As for land banking, last time I looked at the figures it was 600,000 plots in 2015 were being land banked. That's not an insignificant number of houses, and given the rate of houses being built is well below the number of houses being granted planning permission it's very likely gone up in the subsequent 7 years. And that 600,000 doesn't include option agreements which were roughly another 500,000 plots in 2015. The owners of that land do not have any incentive to build houses on them as soon as possible, that is a major problem.

As for skills shortages, flat-pack houses would still be subject to them. It's not just bricklayers we're short on. They might allay some of the backlog but not anywhere near enough to the extent we need.

With regards to net zero, we're well behind where we would have been had all the coalition energy policy been kept instead of cut back over the last 7 years. It's going to be a very long time until gas for heating is phased out fully but home insulation drastically reduces that need and whilst Labour and the Lib Dems have policy on that the Tories - despite being in government - do not. There's a big picture that the Tories are the only party seem to be dropping the ball on.

It's a comforting lie to believe that a developer would deliberately build less to maintain prices, or choose to collude with other developers to do so. Housing is a commodity like anything else - what do providers of commodities do when their product is scarce and demand is high? They don't hold back production do they? Why on Earth would they? If we built 200,000 homes a year or more it wouldn't make a dent in house price growth for years whilst household formation continues apace.

As it is 600,000 is a tiny number, less than two and a bit years of the supply we actually need - and are those consented sites in areas where people want to live or rabbit hutches in shitty secondary towns like Dudley and Stoke where the planning system directs them?

As for option agreements, you simply don't understand how development works. I suspect there are more like 5 million plots optioned up rather than 500,000. Why? The planning system should give a degree of policy certainty. As I said above (and you ignored) the Black Country plan reflected adopted policy - then every green belt allocation is torn into by the very politicians who adopted the policy. That's why so much is optioned up - because planning is just one big fucking lottery you have to spread your bets.

The cost and complexity of the planning system crowds out smaller developers too (unlike other countries) - why would a small developer risk his entire livelihood and possibly his home on pursuing a 4 or 5 plot development that may only get consent after 10 years and countless legal battles? They won't.  Hence power is concentrated in the hands of larger developers building lowest common denominator houses made of kleenex and spit on the most ridiculously priced land - land that's ridiculously priced because allocations and development are throttled by the planning system.

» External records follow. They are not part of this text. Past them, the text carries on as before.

// Web security basics against the built server: headers, SvelteKit's CSRF origin check, session cookie flags.
import { describe, expect, it } from 'vitest';
import { probe, requireEnv } from './http-helpers';

describe('web security', () => {
	it('pages carry a Content-Security-Policy and the usual hardening headers', async () => {
		const r = await fetch(`${requireEnv('APP_URL')}/signin`);
		const csp = r.headers.get('content-security-policy') ?? '';
		expect(csp).toMatch(/default-src 'self'/);
		expect(csp).toMatch(/frame-ancestors 'none'/);
		expect(csp).toMatch(/object-src 'none'/);
		expect(csp).toMatch(/script-src 'self' 'unsafe-eval' 'nonce-/);
		expect(r.headers.get('x-content-type-options')).toBe('nosniff');
		expect(r.headers.get('x-frame-options')).toBe('DENY');
		expect(r.headers.get('referrer-policy')).toBe('same-origin');
	});

	it('a form post from another origin is refused (CSRF origin check left on)', async () => {
		const r = await fetch(`${requireEnv('APP_URL')}/signup`, {
			method: 'POST',
			headers: { origin: 'http://evil.invalid', 'content-type': 'application/x-www-form-urlencoded' },
			body: 'email=a%40b.test&password=xxxxxxxxxxxx',
			redirect: 'manual'
		});
		expect(r.status).toBe(403);
	});

	it('the session cookie is HttpOnly and SameSite=Lax', async () => {
		const base = requireEnv('APP_URL');
		const email = `cookie-${Date.now()}@example.test`;
		const signup = await fetch(`${base}/signup`, {
			method: 'POST',
			headers: { origin: base, 'content-type': 'application/x-www-form-urlencoded' },
			body: new URLSearchParams({ name: 'C', email, password: 'cookie-password-1' }),
			redirect: 'manual'
		});
		const session = signup.headers.getSetCookie().find((c) => c.includes('session-token='));
		expect(session, `set-cookie: ${signup.headers.getSetCookie().join(' | ')}`).toBeTruthy();
		expect(session).toMatch(/HttpOnly/i);
		expect(session).toMatch(/SameSite=Lax/i);
	});

	it('sign-in attempts are rate limited per e-mail address', async () => {
		const attempt = async () =>
			(await probe('/signin?/password', { method: 'POST', action: true, body: new URLSearchParams({ email: 'nobody-rate@example.test', password: 'wrong-password', redirectTo: '/' }) })).body;
		const first = await attempt();
		expect(first).toContain('Wrong e-mail or password.');
		let last = '';
		for (let i = 0; i < 10; i++) last = await attempt();
		expect(last).toContain('Too many sign-in attempts');
	});
});
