import { sql, type Kysely } from 'kysely';

// Measured levels per polymorph (or film of it), for comparison with the estimates.
export async function up(db: Kysely<any>): Promise<void> {
	await db.schema
		.createTable('measurement')
		.addColumn('id', 'uuid', (c) => c.primaryKey().defaultTo(sql`gen_random_uuid()`))
		.addColumn('workspace_id', 'uuid', (c) => c.references('workspace.id').onDelete('cascade').notNull())
		.addColumn('polymorph_id', 'uuid', (c) => c.references('polymorph.id').onDelete('cascade').notNull())
		.addColumn('ip_ev', 'double precision')
		.addColumn('ea_ev', 'double precision')
		.addColumn('transport_gap_ev', 'double precision')
		.addColumn('optical_gap_ev', 'double precision')
		.addColumn('uncertainty_ev', 'double precision')
		.addColumn('method', 'text', (c) => c.notNull())
		.addColumn('sample_notes', 'text', (c) => c.notNull().defaultTo(''))
		.addColumn('reference', 'text', (c) => c.notNull().defaultTo(''))
		.addColumn('version', 'integer', (c) => c.notNull().defaultTo(1))
		.addColumn('created_at', 'timestamptz', (c) => c.notNull().defaultTo(sql`now()`))
		.addColumn('created_by', 'uuid', (c) => c.references('User.id').onDelete('set null'))
		.addCheckConstraint('measurement_has_value', sql`coalesce(ip_ev, ea_ev, transport_gap_ev, optical_gap_ev) is not null`)
		.execute();
	await db.schema.createIndex('measurement_polymorph_idx').on('measurement').columns(['workspace_id', 'polymorph_id']).execute();
}

export async function down(db: Kysely<any>): Promise<void> {
	await db.schema.dropTable('measurement').execute();
}
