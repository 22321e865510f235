import { fail, redirect } from '@sveltejs/kit';
import { db } from '$lib/server/db';
import { ValidationError } from '$lib/server/errors';
import { resetPassword } from '$lib/server/services/accounts';
import type { Actions } from './$types';

export const actions: Actions = {
	default: async ({ request, params }) => {
		const form = await request.formData();
		const password = String(form.get('password') ?? '');
		if (password.length < 10) return fail(400, { message: 'Use at least 10 characters.' });
		if (password !== String(form.get('confirm') ?? '')) return fail(400, { message: 'The two passwords differ.' });
		try {
			await resetPassword(db(), params.token, password);
		} catch (e) {
			if (e instanceof ValidationError) return fail(400, { message: e.message });
			throw e;
		}
		redirect(303, '/signin?reset=1');
	}
};
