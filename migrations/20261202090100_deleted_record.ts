import { sql, type Kysely } from 'kysely';

// The trash: a deleted record with every row that went with it (its cascade), kept as JSON so an
// owner can restore it exactly, and the links that were cleared (ON DELETE SET NULL) to put back.
export async function up(db: Kysely<any>): Promise<void> {
	await db.schema
		.createTable('deleted_record')
		.addColumn('id', 'uuid', (c) => c.primaryKey().defaultTo(sql`gen_random_uuid()`))
		.addColumn('workspace_id', 'uuid', (c) => c.references('workspace.id').onDelete('cascade').notNull())
		.addColumn('entity_type', 'text', (c) => c.notNull())
		.addColumn('entity_id', 'uuid', (c) => c.notNull())
		.addColumn('root_table', 'text', (c) => c.notNull())
		.addColumn('label', 'text', (c) => c.notNull())
		.addColumn('contents', 'text', (c) => c.notNull())
		.addColumn('parent_href', 'text')
		.addColumn('rows', 'jsonb', (c) => c.notNull())
		.addColumn('relinks', 'jsonb', (c) => c.notNull())
		.addColumn('deleted_by', 'uuid', (c) => c.references('User.id').onDelete('set null'))
		.addColumn('deleted_at', 'timestamptz', (c) => c.notNull().defaultTo(sql`now()`))
		.addColumn('restored_by', 'uuid', (c) => c.references('User.id').onDelete('set null'))
		.addColumn('restored_at', 'timestamptz')
		.execute();
	await db.schema.createIndex('deleted_record_ws_idx').on('deleted_record').columns(['workspace_id', 'deleted_at']).execute();
}

export async function down(db: Kysely<any>): Promise<void> {
	await db.schema.dropTable('deleted_record').execute();
}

I worked in this idiotic system for 15 years up to the financial crisis. I had planners under pressure from politicians trying to put hours of use restrictions on a site literally under the M6 at Bromford due to perceived noise. I had planners simply unable to accept that an out of town business park needed 4 car parking spaces per 1000 sq ft to get built. "Policy" told them it didn't, and so policy trumps reality. I had planners preferring shops in town centres to remain vacant rather than becoming another estate agent. I had planners insisting that sites would only get B2 industrial consent because policy told them the employment opportunities they offered were "better" than those in a B8 warehouse despite there being no demand for B2 and no measure of what constituted a "good" job. For me this meant delay after delay, cost after cost, perfectly developable sites that either took a decade to get a realistic consent on or never did. When I was trying for an office to residential conversion in Coleshill a planner actually wrote to me stating that there was "Zero housing need" in Coleshill - a town next to the the M6 / M42 / M6 Toll / NEC / Birmingham Business Park / Airport.

Landbanking is a fatuous concept made up by those with no understanding of how useless our planning system is. Don't even get me on to the myopic vegan cyclists who make up a large part of the local authority planning set. Blaming developers for the state of housing in this country is like blaming BP for the energy crisis - and thinking a windfall tax is in any way a solution.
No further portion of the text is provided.